The youngest child to be sentenced to adult prison in Florida, Catherine Jones shares the realities she faced growing up within prison walls for more than 16 years. This screenshot is taken from an interview interview with the FSU College of Law Public Interest Law Center.
The youngest child to be sentenced to adult prison in Florida, Catherine Jones shares the realities she faced growing up within prison walls for more than 16 years. This screenshot is taken from an interview interview with the FSU College of Law Public Interest Law Center. [ Provided ]
Published Feb. 28, 2022

On a rainy afternoon in Tampa, a boy is sent to his room as punishment for refusing to finish breakfast. He goes in, closes the door and pulls out his Nintendo Switch from under his pillow to play Pokémon. In 30 minutes, his mom tells him he can come out, he plays with his dog, and then they meet his cousins at the Gulf of Mexico for a beach day. As he chases seagulls, he forgets he had been sent to his room this morning.

Emily Wood [ Provided ]

Less than two hours away at Lowell Correctional Facility in Marion County, Catherine Jones, a 13-year-old girl, was sent to solitary confinement for an indefinite period. While in solitary, she was passed cold meals through a slot in the cell’s door. Cockroaches and ants kept her awake at night. She had to use the metal commode in the same closet-sized space she slept in. The cell had no ventilation and was so hot Catherine would dip her sheets in the toilet and lay them over her body to prevent heat exhaustion. Like the boy described previously, Catherine was of middle school age. Unlike the boy, however, Catherine’s is a true story.

Florida practices isolation of children in both its adult and juvenile facilities. According to the 2020-2021 Florida Department of Corrections Annual Report, 63 incarcerated children were aged 17 and under at time of admission. We know at a minimum, approximately 26 percent of children in Florida’s Department of Corrections are in solitary confinement at any given time.

The number of children held in solitary confinement in Florida’s Department of Juvenile Justice is just as shocking. In a judicial order certifying a class action brought by children who experienced solitary confinement against Florida’s Department of Juvenile Justice, Judge Robert Hinkle writes, “The department’s own data show that it placed between 2,720 and 3,853 children in solitary confinement each year from 2014 to 2020.”

Hinkle quotes conditions the minors experienced in Department of Juvenile Justice’s solitary confinement: “No … exercise; inadequate sanitation; leaving children in locked cells for hours or days with nothing to do; only … a few minutes each day to shower; requiring children to eat all their meals alone in their cells next to a toilet; removal of personal property; no school instruction; and only requiring mental health services after 42 hours in isolation.”

Solitary confinement negatively impacts children’s mental health.
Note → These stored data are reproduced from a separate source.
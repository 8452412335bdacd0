//! Times the steps of reading and labelling inside one process, on one core; served by `tests/speed`.
//!
//! `pace FILE.sdf` prints seconds for splitting the file into records, for reading them, and for reading and
//! labelling them, each the median of five, then the slowest records. `pace FILE.sdf each` prints for every
//! record its milliseconds, how many of its places carry a letter, and how many are not decided.
#![allow(
    clippy::print_stdout,
    clippy::print_stderr,
    reason = "a tool whose output is its purpose"
)]

use chem::format::sdf::{RawRecord, Reader};
use chem::format::text;
use chem::pipeline;
use chem::solve::require::Requirement;
use std::time::Instant;

fn main() -> std::process::ExitCode {
    let mut args = std::env::args().skip(1);
    let Some(bytes) = args.next().and_then(|path| std::fs::read(path).ok()) else {
        eprintln!("pace FILE.sdf: a file that can be read");
        return std::process::ExitCode::from(2);
    };
    if args.next().as_deref() == Some("each") {
        each(&bytes);
        return std::process::ExitCode::SUCCESS;
    }
    let seconds = median(|| {
        split(&bytes, |record| {
            std::hint::black_box(record);
        })
    });
    let mut pieces: Vec<Vec<u8>> = Vec::new();
    split(&bytes, |record| pieces.push(record.to_vec()));
    let labels = median(|| pieces.iter().filter(|p| labelled(p)).count());
    let reading = median(|| pieces.iter().filter(|p| read(p).is_some()).count());
    println!("records {}", pieces.len());
    println!("split {seconds:.6}");
    println!("read {reading:.6}");
    println!("labels {labels:.6}");
    let mut slow: Vec<(f64, String)> = pieces
        .iter()
        .map(|p| {
            let start = Instant::now();
            labelled(p);
            (start.elapsed().as_secs_f64(), title(p))
        })
        .collect();
    slow.sort_by(|a, b| b.0.total_cmp(&a.0));
    for (seconds, title) in slow.iter().take(5) {
        println!("slow {seconds:.6} {title}");
    }
    std::process::ExitCode::SUCCESS
}

/// One line for each record.
fn each(bytes: &[u8]) {
    split(bytes, |bytes| {
        let start = Instant::now();
        let Some(record) = read(bytes) else {
            println!("{}\tcannot be read", title(bytes));
            return;
        };
        let report = pipeline::report(&record.drawing, &Requirement::default());
        let milliseconds = 1000.0 * start.elapsed().as_secs_f64();
        let carried = report.places.iter().filter(|p| p.carries.is_some());
        let undecided = report
            .places
            .iter()
            .filter(|p| p.note.contains("not decided"));
        let notes: Vec<&str> = undecided.clone().map(|p| p.note.as_str()).take(1).collect();
        println!(
            "{}\t{milliseconds:.1} ms\t{} carried\t{} not decided\t{}",
            title(bytes),
            carried.count(),
            undecided.count(),
            notes.join("")
        );
    });
}

/// First line of a record.
fn title(bytes: &[u8]) -> String {
    let line = bytes.split(|b| matches!(b, b'\n' | b'\r')).next();
    String::from_utf8_lossy(line.unwrap_or_default()).into_owned()
}

fn read(bytes: &[u8]) -> Option<chem::format::Record> {
    let (text, _) = text::decode(bytes, 1).ok()?;
    RawRecord::new(&text, 1, 1).read().ok()
}

fn labelled(bytes: &[u8]) -> bool {
    read(bytes).is_some_and(|r| {
        let carried = pipeline::carried(&r.drawing);
        !std::hint::black_box(carried).labels.is_empty()
    })
}

/// Median of five runs, in seconds.
fn median(mut run: impl FnMut() -> usize) -> f64 {
    let mut seconds = [0.0; 5];
    for second in &mut seconds {
        let start = Instant::now();
        std::hint::black_box(run());
        *second = start.elapsed().as_secs_f64();
    }
    seconds.sort_by(f64::total_cmp);
    seconds[2]
}

/// Hands each record's bytes to `take`; their number.
fn split(bytes: &[u8], mut take: impl FnMut(&[u8])) -> usize {
    let mut reader = Reader::new(bytes);
    let mut count = 0;
    while let Ok(Some(chunk)) = reader.next_chunk() {
        take(chunk.bytes);
        count += 1;
    }
    count
}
According to the Southern Poverty Law Center, “Among incarcerated youth who die by suicide, half were in isolation when they took their own lives, and 62 percent had been in solitary confinement at some point.”

Moreover, holding children in solitary confinement is costly. The Florida Department of Corrections’s 2020-2021 Annual Report does not include the cost of solitary confinement. However, the National Institute of Corrections found that in California, Colorado and Illinois on average it costs thousands of dollars more to keep a person in solitary confinement than in general population. This is exorbitant and unnecessary. The Southern Poverty Law Center asserts, states that have reduced or eliminated the use of solitary confinement of children have saved up to $8 million annually.

Floridians can stand against the solitary confinement of children like Catherine Jones. Call your legislators and express support in ending solitary confinement for minors. Two bills prohibit solitary confinement of children this legislative session in Florida. Sen. Annette Taddeo sponsors SB 1934 and Rep. Michele Rayner, representative for the St. Petersburg area, sponsors a similar bill, HB 765.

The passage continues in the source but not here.